Michael Totten

Long live the peace process

By Noah Pollak
President Bush’s “speech Monday”:http://www.whitehouse.gov/news/releases/2007/07/20070716-7.html about the Israeli-Palestinian conflict reminded me of an old joke: A physicist, a chemist, and an economist are stranded on an island with nothing to eat, and a can of soup washes ashore. The physicist says, “Let’s smash the can open with a rock.” The chemist says, “Let’s build a fire and heat the can first.” And the economist says, “Assume a can opener.”
The Bush administration, along with most of those who have been involved in promoting Palestinian statehood, have been assuming a peace process since Israel won the Intifada, Yasser Arafat died, and Mahmoud Abbas became the PA president. But the fundamental characteristic of the post-Intifada era is the peace process’s otherworldliness, its detachment from facts on the ground, its salience among internationalists, journalists, and diplomats, but not among the people of Gaza or the West Bank. This era has been for the Palestinians one of settling into a new reality — one that has meant, for example, that the profound cultural and religious differences between the Arabs of Gaza and of the West Bank have at last imposed themselves as political realities. And this settling in has meant that the Palestinian territories are joining many other areas of the Middle East in being weak states, tribal regions where government authority is weak, corrupt, and disorganized, and the political leaders that westerners would like to work with have disturbingly little control over the factions within their territory. Palestinian nationalism and the Fatah mafia have never been weaker.

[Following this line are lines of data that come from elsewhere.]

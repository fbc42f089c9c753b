/**
 * A maximal upward planar subgraph of an acyclic digraph: greedy insertion in a given order (the
 * order the edges were written), keeping each edge whose addition leaves the subgraph upward planar,
 * decided by the exact test (upward/test-upward-planarity.ts) within a time budget. Upward planarity
 * is closed under taking subgraphs, so an edge refused at its turn would still be refused at the end:
 * the result is maximal by construction (adding back any dropped edge breaks upward planarity), though
 * not necessarily maximum (that problem is NP-hard, as upward planarity testing is; Garg & Tamassia
 * 2001). Starting from a whole graph that is already upward planar costs one test.
 *
 * To spare tests, edges are first added in chunks (a chunk that keeps the graph upward planar is kept
 * whole, one that does not is split in halves), so k dropped edges out of m cost O(k · log m + 1)
 * tests rather than m; the outcome is the same as one edge at a time in the same order, because
 * a chunk is kept whole only when each of its edges would have been kept at its turn (subgraph
 * closure again).
 */
import {createDigraph, type Digraph} from '../graph/digraph.ts'
import {testUpwardPlanarity, type UpwardBudget} from '../upward/index.ts'
import type {UpwardEmbedding} from '../upward/upward-embedding.ts'

/**
 * An extra condition on a candidate subgraph that the exact test found upward planar: `ids` are its
 * edges (edge i of `sub` is edge ids[i] of g), `upward` the embedding the test found. The fallback
 * drawing uses it to keep only subgraphs whose st-augmentation leaves room for the dropped edges.
 * With such a condition the result is maximal only with respect to test-and-condition.
 */
export type SubgraphCondition = (ids: readonly number[], sub: Digraph, upward: UpwardEmbedding) => boolean

export interface UpwardSubgraph {
  /** Edge ids left out, ascending. */
  dropped: number[]
  /** False when some test ran out of budget (its edges were left out; maximality is then not proven). */
  maximal: boolean
  /** True when one edge is dropped from a graph that is not upward planar: no smaller fix exists. */
  exact: boolean
}

/** g must be acyclic. `order` lists every edge id once (default: ascending); see SubgraphCondition. */
export function maximalUpwardSubgraph(g: Digraph, budget?: Readonly<UpwardBudget>, order?: readonly number[], condition?: SubgraphCondition): UpwardSubgraph {
  const now = budget?.now ?? (() => performance.now())
  const deadline = now() + (budget?.maxMillis ?? 3000)
  const sequence = order ?? [...Array(g.edgeCount).keys()]
  const kept: number[] = []
  const dropped: number[] = []
  let maximal = true
  const test = (extra: readonly number[]): 'yes' | 'no' | 'undecided' => {
    // Past the deadline no test can finish: answer at once instead of starting one per chunk.
    if (now() > deadline) return 'undecided'
    const ids = [...kept, ...extra]
    const sub = createDigraph(g.vertexCount, ids.map((e) => [g.tail[e]!, g.head[e]!] as const))
    const r = testUpwardPlanarity(sub, {maxMillis: Math.max(0, deadline - now()), now})
    if (r.status === 'upward') return !condition || condition(ids, sub, r.upward) ? 'yes' : 'no'
    return r.status === 'not-upward' ? 'no' : 'undecided'
  }
  // Work list of chunks, earliest first.
  const stack: number[][] = [[...sequence]]
  while (stack.length > 0) {
    const chunk = stack.pop()!
    if (chunk.length === 0) continue
    const verdict = test(chunk)
    if (verdict === 'yes') {
      kept.push(...chunk)
      continue
    }
    if (chunk.length === 1) {
      dropped.push(chunk[0]!)
      if (verdict === 'undecided') maximal = false
      continue
    }
    const half = chunk.length >> 1
    stack.push(chunk.slice(half), chunk.slice(0, half))
  }
  dropped.sort((a, b) => a - b)
  return {dropped, maximal, exact: maximal && dropped.length <= 1}
}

And so President Bush announced Monday that “First, we are strengthening our financial commitment.” And second, “we’re strengthening our political and diplomatic commitment” and “strengthening our commitment to helping build the institutions of a Palestinian state.” Bush continued, declaring that in order for a state to emerge, Palestinians

must match their words denouncing terror with action to combat terror. The Palestinian government must arrest terrorists, dismantle their infrastructure, and confiscate illegal weapons — as the road map requires. They must work to stop attacks on Israel, and to free the Israeli soldier held hostage by extremists. And they must enforce the law without corruption, so they can earn the trust of their people, and of the world. Taking these steps will enable the Palestinians to have a state of their own. And there’s only way to end the conflict, and nothing less is acceptable.

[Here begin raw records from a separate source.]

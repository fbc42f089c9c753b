/**
 * Attach the suggested fix to a failing check: the failure's message gains the sentence and the
 * suggested edges' positions, the certificate gains `fix` (in the writer's ids, so it survives caching),
 * and the check gains `fix` (parsed edge ids). The fix gets its own budget, as large as the check's.
 */
import type {CheckSettings, DiagramCheck} from '../check/check-diagram.ts'
import {suggestFix, userFix, withFixMessage, type Fix} from './suggest-fix.ts'

export type {Fix}

const fixable: Record<string, string> = {cycle: 'cycle', nonplanar: 'nonplanar', 'not-upward': 'not-upward'}

export function attachFix(check: DiagramCheck, settings: Readonly<CheckSettings>): DiagramCheck {
  const ruleId = fixable[check.status]
  if (!ruleId || !check.graph || !check.certificate) return check
  const at = check.diagnostics.findIndex((d) => d.ruleId === ruleId)
  if (at < 0) return check
  const fix = suggestFix(check.status, check.graph, {maxMillis: settings.budgetMillis ?? 3000, ...(settings.now ? {now: settings.now} : {})})
  if (!fix || fix.edges.length === 0) return check
  const diagnostics = [...check.diagnostics]
  diagnostics[at] = withFixMessage(diagnostics[at]!, check.parsed, fix)
  return {...check, diagnostics, certificate: {...check.certificate, fix: userFix(check.parsed, fix)}, fix}
}
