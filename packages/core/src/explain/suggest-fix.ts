/**
 * The concrete fix offered with each failure: which edges to remove.
 * - cycle: a smallest feedback arc set (feedback-arc-set.ts; exact up to 20 vertices per strongly
 *   connected component, the Eades–Lin–Smyth heuristic beyond);
 * - nonplanar: a minimal planarizing set (planarizing-set.ts);
 * - not-upward: the complement of a maximal upward planar subgraph grown in written order
 *   (upward-subgraph.ts), so putting back any one of the removed edges breaks it again.
 */
import {createDigraph, type Digraph} from '../graph/digraph.ts'
import type {ParsedDiagram} from '../parse/index.ts'
import type {UserEdge} from '../check/certificate.ts'
import type {Diagnostic} from '../source-range.ts'
import type {UpwardBudget} from '../upward/index.ts'
import {feedbackArcSet} from './feedback-arc-set.ts'
import {planarizingSet} from './planarizing-set.ts'
import {maximalUpwardSubgraph} from './upward-subgraph.ts'

export interface Fix {
  /** What removing `edges` achieves: no cycle, a planar graph, or an upward planar one. */
  goal: 'acyclic' | 'planar' | 'upward'
  /** Parsed edge ids, ascending. */
  edges: number[]
  /** True when no smaller set of edges does it. */
  exact: boolean
}

/** The fix as the CLI's JSON carries it: `{"remove": [["u","v"], …], "exact": …}`. */
export interface UserFix {
  remove: UserEdge[]
  exact: boolean
}

export function suggestFix(status: string, graph: Digraph, budget?: Readonly<UpwardBudget>): Fix | undefined {
  if (status === 'cycle') {
    const fas = feedbackArcSet(graph)
    return {goal: 'acyclic', edges: fas.edges, exact: fas.exact}
  }
  if (status === 'nonplanar') {
    const set = planarizingSet(graph)
    return {goal: 'planar', edges: set.edges, exact: set.exact}
  }
  if (status === 'not-upward') {
    const sub = maximalUpwardSubgraph(graph, budget)
    return {goal: 'upward', edges: sub.dropped, exact: sub.exact}
  }
  return undefined
}

export function userFix(parsed: ParsedDiagram, fix: Fix): UserFix {
  return {remove: fix.edges.map((e) => [parsed.vertices[parsed.edges[e]!.from]!.key, parsed.vertices[parsed.edges[e]!.to]!.key]), exact: fix.exact}
}

/** The sentence added to the failure's reason. */
export function fixSentence(parsed: ParsedDiagram, fix: Fix): string {
  const names = fix.edges.map((e) => `\`${parsed.vertices[parsed.edges[e]!.from]!.key} -> ${parsed.vertices[parsed.edges[e]!.to]!.key}\``).join(', ')
  const count = fix.edges.length === 1 ? 'this edge' : `these ${fix.edges.length} edges`
  const effect =
    fix.goal === 'acyclic' ? 'removes every cycle' : fix.goal === 'planar' ? 'lets the diagram be drawn without crossings if arrows could point any way' : 'makes the diagram drawable'
  const size = fix.exact ? (fix.edges.length === 1 ? '' : ' (no fewer edges will do)') : ''
  return `Suggested fix: dropping ${count} ${effect}${size}: ${names}.`
}

/** The note's extra sentence: how the fix was found. */
export function fixNote(fix: Fix): string {
  if (fix.goal === 'acyclic') {
    return fix.exact
      ? 'The suggested edges are a smallest feedback arc set (exact, by dynamic programming over vertex orders); reversing them instead of dropping them also removes every cycle.'
      : 'The suggested edges are a small feedback arc set (Eades, Lin & Smyth 1993 heuristic, not proven smallest); reversing them instead of dropping them also removes every cycle.'
  }
  if (fix.goal === 'planar') return 'The suggested edges were found by removing one edge of each Kuratowski subgraph in turn and putting back every edge that could return; no single one of them can go back, but a smaller set may exist.'
  return 'The suggested edges are what is left out when the edges are added in written order, each kept if the diagram stays drawable; putting back any one of them breaks the drawing again. A different choice of edges may be smaller.'
}

/** The failing diagnostic with the fix appended, and every suggested edge among its positions. */
export function withFixMessage(diagnostic: Diagnostic, parsed: ParsedDiagram, fix: Fix): Diagnostic {
  const related = [...(diagnostic.related ?? [])]
  for (const e of fix.edges) {
    const edge = parsed.edges[e]!
    related.push({range: edge.range, reason: `suggested: drop \`${parsed.vertices[edge.from]!.key} -> ${parsed.vertices[edge.to]!.key}\``})
  }
  return {
    ...diagnostic,
    reason: `${diagnostic.reason} ${fixSentence(parsed, fix)}`,
    note: diagnostic.note ? `${diagnostic.note} ${fixNote(fix)}` : fixNote(fix),
    related
  }
}

/** The graph without the fix's edges (for checks). */
export function withoutEdges(graph: Digraph, edges: readonly number[]): Digraph {
  const out = new Set(edges)
  const pairs: Array<[number, number]> = []
  for (let e = 0; e < graph.edgeCount; e++) if (!out.has(e)) pairs.push([graph.tail[e]!, graph.head[e]!])
  return createDigraph(graph.vertexCount, pairs)
}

This is a high bar, and given the track record of the kind of Palestinian governance that the world has witnessed since Yasser Arafat returned from exile in 1994, a preposterously, impossibly high bar. It is doubtful that President Bush or all but a few incredibly credulous people in his government believe that today, after what happened in Gaza last month, hundreds of millions more in aid money, or yet another international conference, will midwife a Palestinian state. Democratic nations are built from the inside out by single-minded, ambitious leaders working on behalf of a population that has internalized not just nationalist cultural beliefs, but the requirements of consensus-based majoritarian politics. Those characteristics have been evident among Palestinians in only the most desultory manner.

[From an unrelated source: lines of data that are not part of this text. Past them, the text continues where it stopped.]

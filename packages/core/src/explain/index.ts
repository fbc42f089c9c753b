/**
 * Advice for a failing diagram: which edges to remove (a feedback arc set, a planarizing set, or the
 * complement of a maximal upward planar subgraph), in words the writer can act on.
 */
export {feedbackArcSet, stronglyConnectedComponents, exactVertexLimit, type FeedbackArcSet} from './feedback-arc-set.ts'
export {planarizingSet, type PlanarizingSet} from './planarizing-set.ts'
export {maximalUpwardSubgraph, type UpwardSubgraph} from './upward-subgraph.ts'
export {attachFix} from './attach-fix.ts'
export {suggestFix, userFix, fixSentence, fixNote, withFixMessage, withoutEdges, type Fix, type UserFix} from './suggest-fix.ts'
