/**
 * A small set of edges whose removal makes a graph planar (the skewness problem is NP-hard, Liu &
 * Geldmacher 1977, so this is a heuristic and says so).
 *
 * Repeated Kuratowski extraction: while the graph is not planar, take the certificate of the
 * planarity test (a subdivided K5 or K3,3) and remove one of its edges, which destroys that subgraph.
 * Then a re-add pass puts back, in the order removed, every removed edge whose return keeps the graph
 * planar, so the final set is minimal (no single edge of it can go back). Each step is one linear
 * planarity test: O(k · (n + m)) for k edges removed.
 */
import {createDigraph, type Digraph} from '../graph/digraph.ts'
import {testPlanarity} from '../planarity/index.ts'

export interface PlanarizingSet {
  /** Edge ids, ascending. */
  edges: number[]
  /** True when the set is known to be of minimum size (one edge, for a nonplanar graph). */
  exact: boolean
}

/**
 * `prefer(e)` ranks the candidates of each Kuratowski subgraph: the edge with the largest value is
 * removed (the caller passes the written position, so the edge written last goes first).
 */
export function planarizingSet(g: Digraph, prefer: (e: number) => number = (e) => e): PlanarizingSet {
  const removed = new Set<number>()
  /** The graph without the removed edges, and its edge ids in g. */
  const sub = (): {graph: Digraph; ids: number[]} => {
    const ids: number[] = []
    for (let e = 0; e < g.edgeCount; e++) if (!removed.has(e)) ids.push(e)
    return {graph: createDigraph(g.vertexCount, ids.map((e) => [g.tail[e]!, g.head[e]!] as const)), ids}
  }
  const order: number[] = []
  for (;;) {
    const {graph, ids} = sub()
    const result = testPlanarity(graph)
    if (result.planar) break
    const candidates = result.kuratowski.edges.map((e) => ids[e]!)
    const pick = candidates.reduce((a, b) => (prefer(b) > prefer(a) ? b : a))
    removed.add(pick)
    order.push(pick)
  }
  for (const e of order) {
    removed.delete(e)
    if (!testPlanarity(sub().graph).planar) removed.add(e)
  }
  const edges = [...removed].sort((a, b) => a - b)
  return {edges, exact: edges.length <= 1}
}
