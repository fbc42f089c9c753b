/**
 * A small feedback arc set: edges whose removal leaves the digraph acyclic.
 *
 * Only edges inside a strongly connected component (and self-loops) can lie on a cycle, so each
 * nontrivial component is solved on its own (Tarjan 1972 for the components, O(n + m)).
 * - Exact, for a component of at most `exactVertexLimit` vertices: a minimum feedback arc set is the
 *   set of backward edges of a best vertex order, found by dynamic programming over vertex subsets
 *   (the Held–Karp style recurrence for linear ordering: best(S) = min over v in S of best(S − v) +
 *   weight of edges from v into S − v, v being placed last among S). O(2^k · k · d) for k vertices.
 * - Heuristic beyond: Eades, Lin & Smyth, "A fast and effective heuristic for the feedback arc set
 *   problem", Inf. Process. Lett. 47 (1993): peel sinks to the back and sources to the front, else move
 *   the vertex of largest outdegree − indegree to the front; backward edges of that order form the set.
 *   Then every chosen edge that closes no cycle with the kept edges is put back, so the set is minimal
 *   (no edge can be dropped from it) though not necessarily minimum. O(m) per edge put back.
 */
import {createDigraph, type Digraph} from '../graph/digraph.ts'
import {findCycle} from '../acyclic/index.ts'

export interface FeedbackArcSet {
  /** Edge ids, ascending. */
  edges: number[]
  /** True when the set is known to be of minimum size. */
  exact: boolean
}

export const exactVertexLimit = 20

export function feedbackArcSet(g: Digraph, options: {exactVertexLimit?: number} = {}): FeedbackArcSet {
  const limit = options.exactVertexLimit ?? exactVertexLimit
  const chosen: number[] = []
  let exact = true
  for (let e = 0; e < g.edgeCount; e++) if (g.tail[e] === g.head[e]) chosen.push(e)
  for (const comp of stronglyConnectedComponents(g)) {
    if (comp.length < 2) continue
    const order = comp.length <= limit ? exactOrder(g, comp) : eadesLinSmyth(g, comp)
    if (comp.length > limit) exact = false
    const rank = new Map<number, number>()
    order.forEach((v, i) => rank.set(v, i))
    for (const v of comp) {
      for (let i = g.outStart[v]!; i < g.outStart[v + 1]!; i++) {
        const e = g.outEdges[i]!
        const w = g.head[e]!
        if (w !== v && rank.has(w) && rank.get(w)! < rank.get(v)!) chosen.push(e)
      }
    }
  }
  chosen.sort((a, b) => a - b)
  return {edges: exact ? chosen : makeMinimal(g, chosen), exact}
}

/** Tarjan's algorithm, iterative. Components in reverse topological order. */
export function stronglyConnectedComponents(g: Digraph): number[][] {
  const n = g.vertexCount
  const index = new Int32Array(n).fill(-1)
  const low = new Int32Array(n)
  const onStack = new Uint8Array(n)
  const stack: number[] = []
  const comps: number[][] = []
  const next = new Int32Array(n)
  let counter = 0
  for (let root = 0; root < n; root++) {
    if (index[root] !== -1) continue
    const call: number[] = [root]
    index[root] = low[root] = counter++
    next[root] = g.outStart[root]!
    stack.push(root)
    onStack[root] = 1
    while (call.length > 0) {
      const v = call[call.length - 1]!
      if (next[v]! < g.outStart[v + 1]!) {
        const w = g.head[g.outEdges[next[v]++]!]!
        if (index[w] === -1) {
          index[w] = low[w] = counter++
          next[w] = g.outStart[w]!
          stack.push(w)
          onStack[w] = 1
          call.push(w)
        } else if (onStack[w]) low[v] = Math.min(low[v]!, index[w]!)
        continue
      }
      call.pop()
      if (call.length > 0) {
        const p = call[call.length - 1]!
        low[p] = Math.min(low[p]!, low[v]!)
      }
      if (low[v] === index[v]) {
        const comp: number[] = []
        let w: number
        do {
          w = stack.pop()!
          onStack[w] = 0
          comp.push(w)
        } while (w !== v)
        comps.push(comp.sort((a, b) => a - b))
      }
    }
  }
  return comps
}

/** Weighted adjacency inside a component: weight[i][j] = number of edges from comp[i] to comp[j]. */
function localWeights(g: Digraph, comp: readonly number[]): number[][] {
  const local = new Map<number, number>()
  comp.forEach((v, i) => local.set(v, i))
  const weight = comp.map(() => new Array<number>(comp.length).fill(0))
  comp.forEach((v, i) => {
    for (let k = g.outStart[v]!; k < g.outStart[v + 1]!; k++) {
      const j = local.get(g.head[g.outEdges[k]!]!)
      if (j !== undefined && j !== i) weight[i]![j]!++
    }
  })
  return weight
}

/** Vertex order of the component with the fewest backward edges (subset dynamic programming). */
function exactOrder(g: Digraph, comp: readonly number[]): number[] {
  const k = comp.length
  const weight = localWeights(g, comp)
  const targets = weight.map((row) => row.flatMap((w, j) => (w > 0 ? [[j, w] as const] : [])))
  const size = 1 << k
  const best = new Int32Array(size).fill(0x3fffffff)
  const lastOf = new Int8Array(size).fill(-1)
  best[0] = 0
  for (let s = 1; s < size; s++) {
    let bestCost = 0x3fffffff
    let bestLast = -1
    for (let v = 0; v < k; v++) {
      const bit = 1 << v
      if (!(s & bit)) continue
      const rest = s ^ bit
      let cost = best[rest]!
      if (cost >= bestCost) continue
      for (const [j, w] of targets[v]!) if (rest & (1 << j)) cost += w
      if (cost < bestCost) {
        bestCost = cost
        bestLast = v
      }
    }
    best[s] = bestCost
    lastOf[s] = bestLast
  }
  const order: number[] = []
  for (let s = size - 1; s > 0; s ^= 1 << lastOf[s]!) order.push(comp[lastOf[s]!]!)
  return order.reverse()
}

/** Eades, Lin & Smyth (1993) vertex order for one component. */
function eadesLinSmyth(g: Digraph, comp: readonly number[]): number[] {
  const k = comp.length
  const weight = localWeights(g, comp)
  const outW = new Array<number>(k).fill(0)
  const inW = new Array<number>(k).fill(0)
  for (let i = 0; i < k; i++) for (let j = 0; j < k; j++) {
    outW[i]! += weight[i]![j]!
    inW[j]! += weight[i]![j]!
  }
  const alive = new Array<boolean>(k).fill(true)
  const front: number[] = []
  const back: number[] = []
  const remove = (i: number): void => {
    alive[i] = false
    for (let j = 0; j < k; j++) {
      outW[j]! -= weight[j]![i]!
      inW[j]! -= weight[i]![j]!
    }
  }
  let left = k
  while (left > 0) {
    let moved = true
    while (moved) {
      moved = false
      for (let i = 0; i < k; i++) {
        if (alive[i] && outW[i] === 0) {
          back.push(i)
          remove(i)
          left--
          moved = true
        }
      }
      for (let i = 0; i < k; i++) {
        if (alive[i] && inW[i] === 0) {
          front.push(i)
          remove(i)
          left--
          moved = true
        }
      }
    }
    if (left === 0) break
    let pick = -1
    for (let i = 0; i < k; i++) if (alive[i] && (pick < 0 || outW[i]! - inW[i]! > outW[pick]! - inW[pick]!)) pick = i
    front.push(pick)
    remove(pick)
    left--
  }
  return [...front, ...back.reverse()].map((i) => comp[i]!)
}

/** Put back every chosen edge that closes no cycle with the edges kept so far (in id order). */
function makeMinimal(g: Digraph, chosen: readonly number[]): number[] {
  const out = new Set(chosen)
  for (const e of chosen) {
    out.delete(e)
    const pairs: Array<[number, number]> = []
    for (let f = 0; f < g.edgeCount; f++) if (!out.has(f)) pairs.push([g.tail[f]!, g.head[f]!])
    if (!findCycle(createDigraph(g.vertexCount, pairs)).acyclic) out.add(e)
  }
  return [...out].sort((a, b) => a - b)
}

Thus it is difficult to believe that the administration’s latest maneuvers and declarations are earnestly directed at state-building. They are necessary and expedient because they satisfy important diplomatic constituencies, will help America in its other Middle East projects, and represent a general continuation of American policy toward the Palestinians that Bush declared in his “Rose Garden speech”:http://www.whitehouse.gov/news/releases/2002/06/20020624-3.html in June 2002. American goals since Hamas took Gaza must necessarily be modest, and directed at a new bottom line for the West Bank, a bottom line that America, Israel, Jordan, and even most Palestinians have a shared interest in protecting. And that is to prevent what happened in Gaza from happening in the West Bank, to ensure that Hamas’ ambition, fueled by Iranian money and leadership, finds no foothold in a geographic area that is more populous than Gaza and much more difficult for Israel — and Jordan — to contain.
And so the money and political attention that the world promises will come rushing into the West Bank are not likely to bring us any closer to a Palestinian state, but they might help the Abbas government consolidate its power: Salaries will be paid, militias will be armed, jobs will be created, and patronage networks will be built. All of this will hopefully be sufficient to prevent the West Bank from sliding toward complete internal collapse, toward Islamism, or both. In this way Fatah and the West Bank may be kept, in some kind of messy and largely unproductive manner, in the western diplomatic orbit. The peace process is dead. Long live the peace process.